The letter, which omitted any reference to Vincenzo’s notorious criminal past and the violent acts he had committed, was seen by some as a deliberate attempt to present a sanitized version of his life. The publication of the letter sparked debates about the responsibility of the media when dealing with individuals involved in organized crime, especially those with such a violent history. In particular, the lack of any mention of Vincenzo’s involvement in the murders of Angelo Santapaola and Nicola Sedici was considered a serious omission.
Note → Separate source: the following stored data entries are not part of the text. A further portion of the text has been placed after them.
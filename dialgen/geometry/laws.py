"""What the numerals mean: from the value on the face to the signal at the terminals.

Each law is a frozen dataclass with the keys of its dial-file table; the file's check is built from
these very fields, and the table `LAWS` maps a kind to its class.  To add a law, add a class here
or in a file of its own, and a row in the table.

A law gives a `Stage` (value to signal), says in which unit its signal is, and which signal stands
for nothing at the terminals, where a direct scale rests unless told otherwise.
"""

from __future__ import annotations

import math
from dataclasses import dataclass
from typing import Annotated, ClassVar, Literal, Protocol

import numpy as np

from dialgen.errors import InputError
from dialgen.quantity import OHM_ABOVE, SIGNAL, SIGNAL_ABOVE, Amount
from dialgen.stage import EVERYWHERE, POSITIVE, Affine, Array, Span, Stage


class Law(Protocol):
    """A law as the dial file states it."""

    kind: ClassVar[str]

    @property
    def takes_face_values(self) -> bool:
        """Whether the law takes values as they stand on the face, the prefix of the unit unread."""
        ...

    def signal_unit(self, unit: str) -> str | None:
        """Return the unit of the signal on a scale whose SI unit is ``unit``; None is any."""
        ...

    def stage(self, span: Span, unit: str) -> Stage:
        """Return the law as a stage, for a scale that runs over ``span`` in ``unit``.

        A formula is inverted about the span; a sensor takes its temperature in the unit.

        Raises:
            InputError: the law has no meaning in this unit; keys are relative to the scale.
        """
        ...

    def zero(self, span: Span, unit: str) -> float | None:
        """Return the signal where nothing is applied, or None where the law never reaches it."""
        ...


@dataclass(frozen=True, slots=True, kw_only=True)
class Linear:
    """The value itself in its SI unit; or at_zero + per·value, with ``per`` the signal of one face unit."""

    kind: ClassVar[str] = "linear"
    per: Annotated[Amount | None, SIGNAL] = None
    at_zero: Annotated[Amount | None, SIGNAL] = None

    def __post_init__(self) -> None:
        if self.per is None and self.at_zero is not None:
            raise InputError("at_zero goes with per; give per, the signal of one face unit", ("at_zero",))
        if self.per is not None and self.per.value == 0:
            raise InputError(
                "per is zero, so every value looks alike; give the signal of one face unit", ("per",)
            )
        if self.per and self.at_zero and self.per.unit != self.at_zero.unit:
            raise InputError(
                f"at_zero is in {self.at_zero.unit} but per in {self.per.unit}; give both in one unit",
                ("at_zero",),
                ("per",),
            )

    @property
    def takes_face_values(self) -> bool:
        """With ``per``, which is stated for one unit of the face."""
        return self.per is not None

    def signal_unit(self, unit: str) -> str | None:
        """Return the unit of ``per``, or the scale's own."""
        return self.per.unit if self.per else unit

    def stage(self, span: Span, unit: str) -> Stage:
        """Return the straight line."""
        if self.per is None:
            return Affine(1.0)
        return Affine(self.per.value, self.at_zero.value if self.at_zero else 0.0)

    def zero(self, span: Span, unit: str) -> float | None:
        """Return 0."""
        return 0.0


@dataclass(frozen=True, slots=True, kw_only=True)
class Power:
    """value^exponent; with exponent 0.5 and a ``load``, the volts across it of a power in watts."""

    kind: ClassVar[str] = "power"
    exponent: float
    load: Annotated[Amount | None, OHM_ABOVE] = None

    def __post_init__(self) -> None:
        if self.exponent == 0:
            raise InputError("an exponent of 0 makes every value alike; give another", ("exponent",))
        if self.load is not None and self.exponent != 0.5:
            raise InputError(
                "load turns watts to volts, which needs exponent = 0.5; set it so or leave load out",
                ("load",),
                ("exponent",),
            )

    @property
    def takes_face_values(self) -> bool:
        """Never: a kW counts as 1000 W."""
        return False

    def signal_unit(self, unit: str) -> str | None:
        """Return volts across a load, else a pure number (an exponent of 1 keeps the unit)."""
        return "V" if self.load else unit if self.exponent == 1 else ""

    def stage(self, span: Span, unit: str) -> Stage:
        """Return (load·value)^exponent; odd whole exponents also take negative values."""
        odd = self.exponent > 0 and self.exponent % 2 == 1
        return _PowerStage(
            self.exponent, self.load.value if self.load else 1.0, EVERYWHERE if odd else POSITIVE
        )

    def zero(self, span: Span, unit: str) -> float | None:
        """Return 0."""
        return 0.0


@dataclass(frozen=True, slots=True)
class _PowerStage:
    exponent: float
    factor: float
    domain: Span
    image: Span = EVERYWHERE

    def forward(self, x: Array) -> Array:
        if self.domain is EVERYWHERE:
            return np.sign(x) * np.power(np.abs(x) * self.factor, self.exponent)
        with np.errstate(divide="ignore"):
            return np.power(x * self.factor, self.exponent)

    def inverse(self, y: Array) -> Array:
        with np.errstate(divide="ignore"):
            size = np.power(np.abs(y), 1.0 / self.exponent) / self.factor
        return np.sign(y) * size if self.domain is EVERYWHERE else np.where(y < 0, np.nan, size)


@dataclass(frozen=True, slots=True, kw_only=True)
class Decibel:
    """reference·10^(value/20), or /10 of a power; of a power with ``load``, the volts across it."""

    kind: ClassVar[str] = "decibel"
    reference: Annotated[Amount | None, SIGNAL_ABOVE] = None
    of: Literal["amplitude", "power"] = "amplitude"
    load: Annotated[Amount | None, OHM_ABOVE] = None

    def __post_init__(self) -> None:
        if self.load is not None and self.of != "power":
            raise InputError('load goes with of = "power"; set it so or leave load out', ("load",), ("of",))
        if self.load is not None and (self.reference is None or self.reference.unit != "W"):
            raise InputError('with a load the reference is a power; write for example "1 mW"', ("reference",))

    @property
    def takes_face_values(self) -> bool:
        """Never; a decibel has no prefix."""
        return False

    def signal_unit(self, unit: str) -> str | None:
        """Return the unit of the reference, volts across a load, or a pure number."""
        return "V" if self.load else self.reference.unit if self.reference else ""

    def stage(self, span: Span, unit: str) -> Stage:
        """Return the exponential."""
        reference = self.reference.value if self.reference else 1.0
        if self.load:
            return _Exponential(math.sqrt(reference * self.load.value), 20.0)
        return _Exponential(reference, 20.0 if self.of == "amplitude" else 10.0)

    def zero(self, span: Span, unit: str) -> float | None:
        """Return 0, which stands at minus infinity decibels."""
        return 0.0


@dataclass(frozen=True, slots=True)
class _Exponential:
    reference: float
    per_decade: float
    domain: Span = EVERYWHERE
    image: Span = POSITIVE

    def forward(self, x: Array) -> Array:
        return self.reference * np.power(10.0, x / self.per_decade)

    def inverse(self, y: Array) -> Array:
        with np.errstate(divide="ignore"):
            return self.per_decade * np.log10(y / self.reference)


@dataclass(frozen=True, slots=True, kw_only=True)
class Logarithmic:
    """log10 of the value: equal ratios take equal lengths."""

    kind: ClassVar[str] = "logarithmic"

    @property
    def takes_face_values(self) -> bool:
        """Never: a prefix only moves the whole scale."""
        return False

    def signal_unit(self, unit: str) -> str | None:
        """Return a pure number."""
        return ""

    def stage(self, span: Span, unit: str) -> Stage:
        """Return the logarithm."""
        return _Log10()

    def zero(self, span: Span, unit: str) -> float | None:
        """Return None: a logarithm has no zero signal of its own."""
        return None


@dataclass(frozen=True, slots=True)
class _Log10:
    domain: Span = POSITIVE
    image: Span = EVERYWHERE

    def forward(self, x: Array) -> Array:
        with np.errstate(divide="ignore"):
            return np.log10(x)

    def inverse(self, y: Array) -> Array:
        return np.power(10.0, y)


@dataclass(frozen=True, slots=True, kw_only=True)
class Reflection:
    """(S - 1)/(S + 1), the size of the reflection coefficient at standing-wave ratio S."""

    kind: ClassVar[str] = "reflection"

    @property
    def takes_face_values(self) -> bool:
        """Never; a ratio has no prefix."""
        return False

    def signal_unit(self, unit: str) -> str | None:
        """Return a pure number."""
        return ""

    def stage(self, span: Span, unit: str) -> Stage:
        """Return the reflection coefficient."""
        return _Reflection()

    def zero(self, span: Span, unit: str) -> float | None:
        """Return 0, which stands at a ratio of 1."""
        return 0.0


@dataclass(frozen=True, slots=True)
class _Reflection:
    # A standing-wave ratio is never below 1.
    domain: Span = (1.0, math.inf)
    image: Span = (0.0, 1.0)

    def forward(self, x: Array) -> Array:
        return 1.0 - 2.0 / (x + 1.0)

    def inverse(self, y: Array) -> Array:
        with np.errstate(divide="ignore"):
            return (1.0 + y) / (1.0 - y)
Legal experts, including Franco Abruzzo, a former president of the Lombardy Journalists’ Association, criticized the media for not fully contextualizing the letter, stating that the public had the right to understand the full scope of Vincenzo's actions before being presented with his personal claims of innocence and suffering.

=== Detention under 41-bis and medical controversies ===
In recent years, Vincenzo Santapaola repeatedly sought a deferral of his prison sentence on medical grounds, citing severe physical ailments including paraplegia and chronic pancreatitis. His requests were consistently denied by the courts, which noted that he voluntarily discontinued the physiotherapy deemed necessary by medical experts. Additionally, his petition to explore access to assisted reproduction was dismissed as irrelevant to the matter of sentence suspension.

However, in 2021, the Supreme Court annulled a previous ruling, highlighting the prolonged suspension of therapy due to the COVID-19 pandemic and the lack of adequate medical care within the prison system. The court criticized the contradiction in affirming the theoretical adequacy of treatment while acknowledging its practical unavailability, emphasizing that incarceration must not fall below a threshold of human dignity. The case remained a point of contention regarding the treatment of seriously ill inmates under the 41-bis regime.

=== Death ===
Santapaola died on 21 May 2026, at the age of 56, in the hospital unit of the prison of Parma.